“不!黄公,您是一使节,您必须——”
“正因为我是主使,我才不能走。”黄宗羲打断他,神色淡然,“我若走了,酒井便有借口说我们心虚潜逃,甚至栽赃我们刺探军情。但我若留下,他反而不敢妄动——杀一个明国侍郎,和扣留一个明国侍郎,分量天差地别。”
“可是……”
“没有可是。”黄宗羲将油纸包塞进周亮工怀里,推着他走向密探,“把这份东西带回大明,面呈英王。一字不漏,告诉他:黄宗羲无能,辱没国格,唯有一死以谢陛下。但请殿下……勿忘今日之耻。”
周亮工热泪盈眶,还要再说,被密探一把拉住:“周大人,再不走就来不及了!”
两人消失在暗门后。
黄宗羲重新坐回灯下,整了整官袍,将那份撕碎的国书碎片在桌上拼好,然后提笔,在空白处开始书写。
写他这一生。
写少年求学,青年着书,中年入仕。
写他为何不怕死——因为早就把该说的、该骂的,都说了,都骂了。此生无愧于天地,无愧于本心。
写到子时,门外果然传来密集的脚步声。
“砰!”
房门被粗暴踹开,十几个武士冲进来,为首的是个独眼龙,叫井上十兵卫,酒井的心腹。他扫视屋内,见只有黄宗羲一人,独眼一眯:“黄侍郎,其他人呢?”
“歇息了。”黄宗羲头也不抬,继续写字。
“奉老中之命,请侍郎去奉行所问话,关于长崎走私案——”
“不去。”
井上十兵卫一愣,没想到对方如此干脆。他按刀上前,威胁道:“侍郎不要敬酒不吃吃罚酒。”
黄宗羲终于抬头,看了他一眼,笑了:“怎么,酒井老中撕了国书还不够,还要杀使节?可以,来,刀往这儿砍。”
他指了指自己的脖颈。
“但杀我之前,容我把这篇《绝命书》写完。也好让后世知道,我黄宗羲是为什么死的,死在谁手里。”
井上十兵卫被这气势镇住,竟一时不敢上前。
双方僵持之际,门外忽然传来一个苍老的声音:
“住手。”
天海僧正缓步走入,对井上十兵卫道:“老中改主意了,请黄侍郎暂留驿馆,好生招待,不得怠慢。你们退下吧。”
“可是……”
“退下!”
武士们悻悻退去。
天海走到桌前,看着那篇写了一半的《绝命书》,长叹一声:“黄公何必如此?老中今日是一时激愤,待将军殿下病愈,必有转圜余地。”

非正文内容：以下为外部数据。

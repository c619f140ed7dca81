"""Dark current from dark traces: what a still trace says, and what is left when the offset is taken off.

The recipe: own sense resistor, DC coupling, high-impedance input, one fixed range, offset traces at zero bias interleaved
on the same range and resistor, averages over whole mains periods, the drop across the resistor taken off the bias.
"""

from __future__ import annotations

import math
from collections.abc import Sequence
from dataclasses import dataclass

import numpy as np
from scipy import stats

from darkedge.analysis.captures import Conditions, FloatArray, OutputConnection, Record
from darkedge.analysis.fixture import Fixture
from darkedge.analysis.measurement import Estimate

MAINS_Hz = (50.0, 60.0)
_FEWEST = 16
_BLOCKS = 32
_SIGNIFICANT = 1e-4
"""Chance at which noise alone is called drift or mains: one trace in ten thousand."""
_DETECTED = 1.645
"""Standard uncertainties above zero from which a current is called measured (one-sided 95 %)."""


@dataclass(frozen=True, slots=True, kw_only=True)
class TraceSummary:
    """What one still trace says.

    `mean_V` is the mean over whole mains periods where the trace is long enough; `u_mean_V` its standard uncertainty from the
    trace's own slow wander, noise and codes. `mains_V` is the largest amplitude at the mains frequency or its double, and
    `mains_Hz` where it is; both `None` where none stands out. `drift_V` is the change from end to end by a straight line.
    `flags` are those that the trace alone shows.
    """

    mean_V: float
    u_mean_V: float
    noise_V: float
    duration_s: float
    samples: int
    drift_V: float
    mains_V: float | None
    mains_Hz: float | None
    step_V: float
    flags: tuple[str, ...] = ()


def summarise_trace(record: Record, conditions: Conditions) -> TraceSummary:
    """Summarise a still trace (dark or offset).

    The uncertainty of the mean comes from the variance of block means at growing block length (the non-overlapping Allan
    variance): it is that of the longest blocks of which there are enough, so that 1/f noise is not averaged away on
    paper. It is never below the quantisation floor: a quarter code where the noise does not dither the codes (a
    rectangular distribution of half a code has half a code / sqrt 3; GUM 4.3.7), the last of these times what dither leaves.

    Parameters
    ----------
    record : Record
        `signal_V` of shape (n,).
    conditions : Conditions
        `volts_per_code` and `averages` are used where they are known, `coupling` for the flag.

    Returns
    -------
    TraceSummary

    References
    ----------
    D. W. Allan, Proc. IEEE 54 (1966) 221: two-sample variance. JCGM 100:2008 (GUM), 4.2 and 4.3.
    """
    time, signal = record.time_s, record.signal_V
    kept = _whole_periods(time, record.dt_s)
    mean = float(signal[:kept].mean())
    tone_V, tone_Hz, residual = _mains(time, signal)
    slope, u_slope = _slope(time, residual)
    duration = float(time[-1] - time[0])
    step = conditions.volts_per_code or _code_step(signal)
    noise = float(np.std(np.diff(residual)) / math.sqrt(2))
    flags = []
    if _few(signal.size, slope, u_slope) and abs(slope) * duration > max(noise / 2, step / 2):
        flags.append("drifting")
    if tone_Hz is not None:
        flags.append("light_leak")
    if (conditions.coupling or "").upper() == "AC":
        flags.append("ac_coupled")
    if _stuck(signal, step):
        flags.append("clipped")
    u_codes = _quantisation(step, noise, conditions.averages or 1)
    return TraceSummary(
        mean_V=mean,
        u_mean_V=math.hypot(_u_mean(residual), u_codes),
        noise_V=noise,
        duration_s=duration,
        samples=signal.size,
        drift_V=slope * duration,
        mains_V=tone_V,
        mains_Hz=tone_Hz,
        step_V=step,
        flags=tuple(flags),
    )


def dark_current(
    dark: TraceSummary, offsets: Sequence[TraceSummary], *, conditions: Conditions, fixture: Fixture
) -> tuple[Estimate | None, tuple[str, ...]]:
    """Dark current of one dark trace held against its offset traces.

    I = (V_dark - V_offset) / R_eff, R_eff the load with the scope's input across it. The scope's input bias current flows in
    both traces and cancels; where there is no offset trace the fixture's offset and input bias current stand in with their
    uncertainties. For a transistor output with a pull-up it is the collector current, (V_supply - V) / R less what the
    scope draws; the offset is that of the fixture, a zero-bias trace of a pull-up says nothing of it.

    Returns
    -------
    Estimate or None
        Value with u; a bound `hi95` alone where the current does not stand out of the floor; `None` where
        nothing can be said (AC coupling, clipping, load unknown, offset unknown).
    tuple of str
        Flags.
    """
    flags = set(dark.flags) | {f for o in offsets for f in o.flags}
    if {"ac_coupled", "clipped"} & flags:
        return None, tuple(flags)
    if conditions.load_ohm is None or conditions.bias_V is None:
        return None, (*flags, "conditions_missing")
    if conditions.output_connection is OutputConnection.PULL_UP:
        value, u = _pull_up_current(dark, conditions, fixture)
    else:
        offset = _offset(offsets, conditions, fixture)
        if offset is None:
            return None, (*flags, "conditions_missing")
        value, u = _sensed_current(dark, offset, conditions, fixture)
    if conditions.input_ohm is not None and conditions.input_ohm < 100 * conditions.load_ohm:
        flags.add("low_input_resistance")
    if value < _DETECTED * u:
        return Estimate(hi95=_upper_bound(value, u)), (*flags, "below_floor")
    return Estimate(value=value, u=u), tuple(flags)


def junction_bias(bias_V: float, current_A: float, resistance_ohm: float) -> float:
    """Bias across the junction: what is set, less the drop across the sense resistor."""
    return bias_V - current_A * resistance_ohm


def _sensed_current(
    dark: TraceSummary, offset: tuple[float, float], conditions: Conditions, fixture: Fixture
) -> tuple[float, float]:
    assert conditions.load_ohm is not None
    resistance = fixture.effective_load(conditions.load_ohm, conditions.input_ohm)
    assert resistance.value is not None
    assert resistance.u is not None
    difference = dark.mean_V - offset[0]
    u_difference = math.hypot(dark.u_mean_V, offset[1])
    value = difference / resistance.value
    relative = math.hypot(resistance.u / resistance.value, fixture.u_gain_ratio)
    return value, math.hypot(u_difference / resistance.value, value * relative)


def _pull_up_current(dark: TraceSummary, conditions: Conditions, fixture: Fixture) -> tuple[float, float]:
    assert conditions.load_ohm is not None
    assert conditions.bias_V is not None
    known = fixture.load(conditions.load_ohm)
    load, u_load = (known.actual_ohm, known.u_actual_ohm) if known else (conditions.load_ohm, 0.0)
    supply = conditions.bias_read_V if conditions.bias_read_V is not None else conditions.bias_V
    seen = dark.mean_V - fixture.offset_V
    drawn = 0.0 if conditions.input_ohm is None else seen / conditions.input_ohm
    value = (supply - seen) / load - drawn
    u_seen = math.hypot(dark.u_mean_V, fixture.u_offset_V, fixture.u_gain_ratio * seen)
    return value, math.hypot(u_seen / load, (supply - seen) / load * u_load / load)


def _offset(offsets: Sequence[TraceSummary], conditions: Conditions, fixture: Fixture) -> tuple[float, float] | None:
    """Offset and its uncertainty: the mean of the traces around, widened by what they disagree."""
    if offsets:
        means = np.array([o.mean_V for o in offsets])
        u_each = math.sqrt(sum(o.u_mean_V**2 for o in offsets)) / len(offsets)
        moved = float(np.ptp(means)) / math.sqrt(12) if len(offsets) > 1 else 0.0
        return float(means.mean()), math.hypot(u_each, moved)
    if fixture.offset_V == 0.0 and fixture.u_offset_V == 0.0:
        return None
    assert conditions.load_ohm is not None
    resistance = fixture.effective_load(conditions.load_ohm, conditions.input_ohm).value
    assert resistance is not None
    leak, u_leak = fixture.scope_input_bias_A * resistance, fixture.u_scope_input_bias_A * resistance
    return fixture.offset_V + leak, math.hypot(fixture.u_offset_V, u_leak)


def _upper_bound(value: float, u: float) -> float:
    """95 % upper bound of a current that cannot be negative: the normal likelihood cut off at zero.

    The quantile of a normal distribution truncated to positive values (JCGM 106:2012, 6.2, with a prior that is flat above zero).
    """
    below_zero = float(stats.norm.cdf(-value / u))
    return value + u * float(stats.norm.ppf(below_zero + 0.95 * (1 - below_zero)))


def _whole_periods(time: FloatArray, dt_s: float) -> int:
    """Samples that fill whole periods of 50 and 60 Hz (100 ms, else 20 ms); all where the trace is shorter."""
    for unit_s in (0.1, 0.02):
        span = time[-1] - time[0] + dt_s
        if span >= unit_s * (1 - 1e-6):
            wanted = math.floor(span / unit_s + 1e-6) * unit_s
            return int(np.searchsorted(time, time[0] + wanted - dt_s / 2))
    return time.size


def _mains(time: FloatArray, signal: FloatArray) -> tuple[float | None, float | None, FloatArray]:
    """Amplitude and frequency of the strongest of mains and its double that stands out, and the trace without it."""
    best: tuple[float, float] = (0.0, 0.0)
    residual = signal - signal.mean()
    for base in MAINS_Hz:
        for frequency in (base, 2 * base):
            if (time[-1] - time[0]) * frequency < 1 or signal.size < _FEWEST:
                continue
            amplitude, chance = _tone(time, signal, frequency)
            if chance < _SIGNIFICANT and amplitude > best[0]:
                best = (amplitude, frequency)
    if best[1] == 0.0:
        return None, None, residual
    return best[0], best[1], _without(time, signal, best[1])


def _tone(time: FloatArray, signal: FloatArray, frequency_Hz: float) -> tuple[float, float]:
    """Amplitude of a tone by least squares with a straight line, and the chance that noise near it gives as much.

    The noise is taken from the tones beside it, so that 1/f noise does not pass for mains.
    """
    amplitude = _amplitude(time, signal, frequency_Hz)
    width = 1.0 / (time[-1] - time[0])
    beside = [
        _amplitude(time, signal, frequency_Hz + k * width)
        for k in (-4.5, -3.5, -2.5, 2.5, 3.5, 4.5)
        if frequency_Hz + k * width > 1.5 * width
    ]
    power = float(np.mean(np.square(beside))) if beside else 0.0
    if power == 0.0:
        return amplitude, 0.0 if amplitude > 0 else 1.0
    # Each squared amplitude of noise has two degrees of freedom: their ratio follows F(2, 2k).
    return amplitude, float(stats.f.sf(amplitude**2 / power, 2, 2 * len(beside)))


def _amplitude(time: FloatArray, signal: FloatArray, frequency_Hz: float) -> float:
    solved = _tone_fit(time, signal, frequency_Hz)[0]
    return float(math.hypot(solved[2], solved[3]))


def _tone_fit(time: FloatArray, signal: FloatArray, frequency_Hz: float) -> tuple[FloatArray, FloatArray]:
    phase = 2 * math.pi * frequency_Hz * (time - time[0])
    centred = (time - time.mean()) / (time[-1] - time[0])
    design = np.column_stack([np.ones_like(time), centred, np.cos(phase), np.sin(phase)])
    solved = np.linalg.lstsq(design, signal, rcond=None)[0]
    return np.asarray(solved, dtype=np.float64), design


def _without(time: FloatArray, signal: FloatArray, frequency_Hz: float) -> FloatArray:
    cleaned = signal - signal.mean()
    base = frequency_Hz
    for harmonic in (base / 2, base, 2 * base):
        if (time[-1] - time[0]) * harmonic >= 1:
            solved, design = _tone_fit(time, cleaned, harmonic)
            cleaned = cleaned - design[:, 2:] @ solved[2:]
    return np.asarray(cleaned, dtype=np.float64)


def _blocks(signal: FloatArray, count: int) -> FloatArray:
    size = signal.size // count
    return np.asarray(signal[: size * count].reshape(count, size).mean(axis=1), dtype=np.float64)


def _u_mean(residual: FloatArray) -> float:
    """Standard uncertainty of the mean from the Allan variance at growing block length.

    For white noise the Allan variance of blocks of length n/k, over k, is the variance of the mean whatever k; for slower noise it
    grows as k falls. The largest of these is taken, each lowered by its own statistical error so that the
    largest of several noisy figures is not biased high.
    """
    best = 0.0
    count = min(_BLOCKS, residual.size // 2)
    while count >= 4:
        means = _blocks(residual, count)
        allan = float(np.mean(np.diff(means) ** 2) / 2)
        variance = allan / count
        error = math.sqrt(3.0 / count)  # relative, of an Allan variance from count blocks
        best = max(best, variance / (1 + error) if count < min(_BLOCKS, residual.size // 2) else variance)
        count //= 2
    return math.sqrt(best)


def _slope(time: FloatArray, signal: FloatArray) -> tuple[float, float]:
    """Slope and its uncertainty from block means, so that correlated noise is not counted as many samples."""
    count = min(_BLOCKS, signal.size // 2)
    if count < 4:
        return 0.0, math.inf
    times, means = _blocks(time, count), _blocks(signal, count)
    fitted = stats.linregress(times, means)
    return float(fitted.slope), float(fitted.stderr)


def _few(size: int, slope: float, u_slope: float) -> bool:
    """Whether a slope is more than noise would give but once in ten thousand."""
    freedom = min(_BLOCKS, size // 2) - 2
    if freedom < 2 or not math.isfinite(u_slope):
        return False
    if u_slope == 0.0:
        return slope != 0.0
    return bool(2 * stats.t.sf(abs(slope) / u_slope, freedom) < _SIGNIFICANT)


def _code_step(signal: FloatArray) -> float:
    """Smallest step between different values of a trace: its code, or rounding in the file; 0 where all are equal."""
    values = np.unique(signal)
    return float(np.diff(values).min()) if values.size > 1 else 0.0


def _quantisation(step_V: float, noise_V: float, averages: int) -> float:
    """What the codes leave of uncertainty in a mean.

    Noise of half a code or more dithers the codes away (the error left falls as exp(-2 pi^2 s^2), s the noise in codes: the first
    term of the characteristic function of a rounded normal variable). With averaging in the scope
    the noise that reached the codes is larger by the root of the count.
    """
    if step_V == 0.0:
        return 0.0
    in_codes = noise_V * math.sqrt(averages) / step_V
    return step_V / math.sqrt(12) * math.exp(-2 * math.pi**2 * min(in_codes, 5.0) ** 2)


def _stuck(signal: FloatArray, step_V: float) -> bool:
    """Whether a trace sits at the end of the range: many samples equal to its extreme, and others beside it."""
    if step_V <= 0:
        return False
    spread = float(np.ptp(signal)) / step_V
    low, high = float(np.mean(signal == signal.min())), float(np.mean(signal == signal.max()))
    return spread >= 4 and max(low, high) > 0.3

“激愤?”黄宗羲搁下笔,直视老僧,“天海大师,你是智者,当知今日之事,绝非一时激愤。日本锁国排外,已入魔道。今日撕我国书,明日就要炮击我船。这路走下去,只有一条结局——”
他顿了顿,缓缓吐出四个字:
“国破家亡。”
天海浑身一震,闭目良久,才低声道:“老衲……会尽力斡旋。”
“不必了。”黄宗羲摇头,“大师若真有心,不如帮我送一封信。”
“给谁?”
“萨摩藩,岛津光久。”
天海猛地睁眼:“黄公,你这是……”
“今日评定间上,唯有岛津公面露不忍。”黄宗羲从袖中取出一封早已写好的信,“我不求他助我,只求他念在两国千年交往,给我那几个年轻随从一条活路——他们都是二十出头的孩子,不该死在这里。”
天海接过信,指尖微颤。
他知道,这封信一旦送出,就是通敌之罪。但看着眼前这个明知必死、却还在为下属求一条生路的明国老臣,他终究点了点头:
“老衲……尽力。”
七月初九,黎明前,萨摩藩江户藩邸。
岛津光久一夜未眠。
评定间上那一幕,如噩梦般在他脑中反复回放。撕碎的国书,酒井忠胜那张狂的脸,黄宗羲平静却如火山般的眼神……他知道,事情已经无可挽回。
“主公。”家老岛津久通推门进来,脸色凝重,“刚刚收到密信,两封。”
“谁来的?”
“一封是西之丸那位明国黄侍郎,托天海大师转交。另一封……”久通压低声音,“是大小姐从琉球发来的,用‘海鸥’渠道,今晨刚到。”
岛津光久先拆开黄宗羲的信。
信很短,只有三行:
“岛津公明鉴:
今日之辱,非宗羲一人之辱,乃两国亿万生民之祸始。
公若念苍生,请护我随从周全。来日泉下相见,必谢。”
没有哀求,没有交易,只有平静的托付。
岛津光久沉默良久,将信凑到烛火上烧了。灰烬飘落时,他问:“明国使团那边,现在如何?”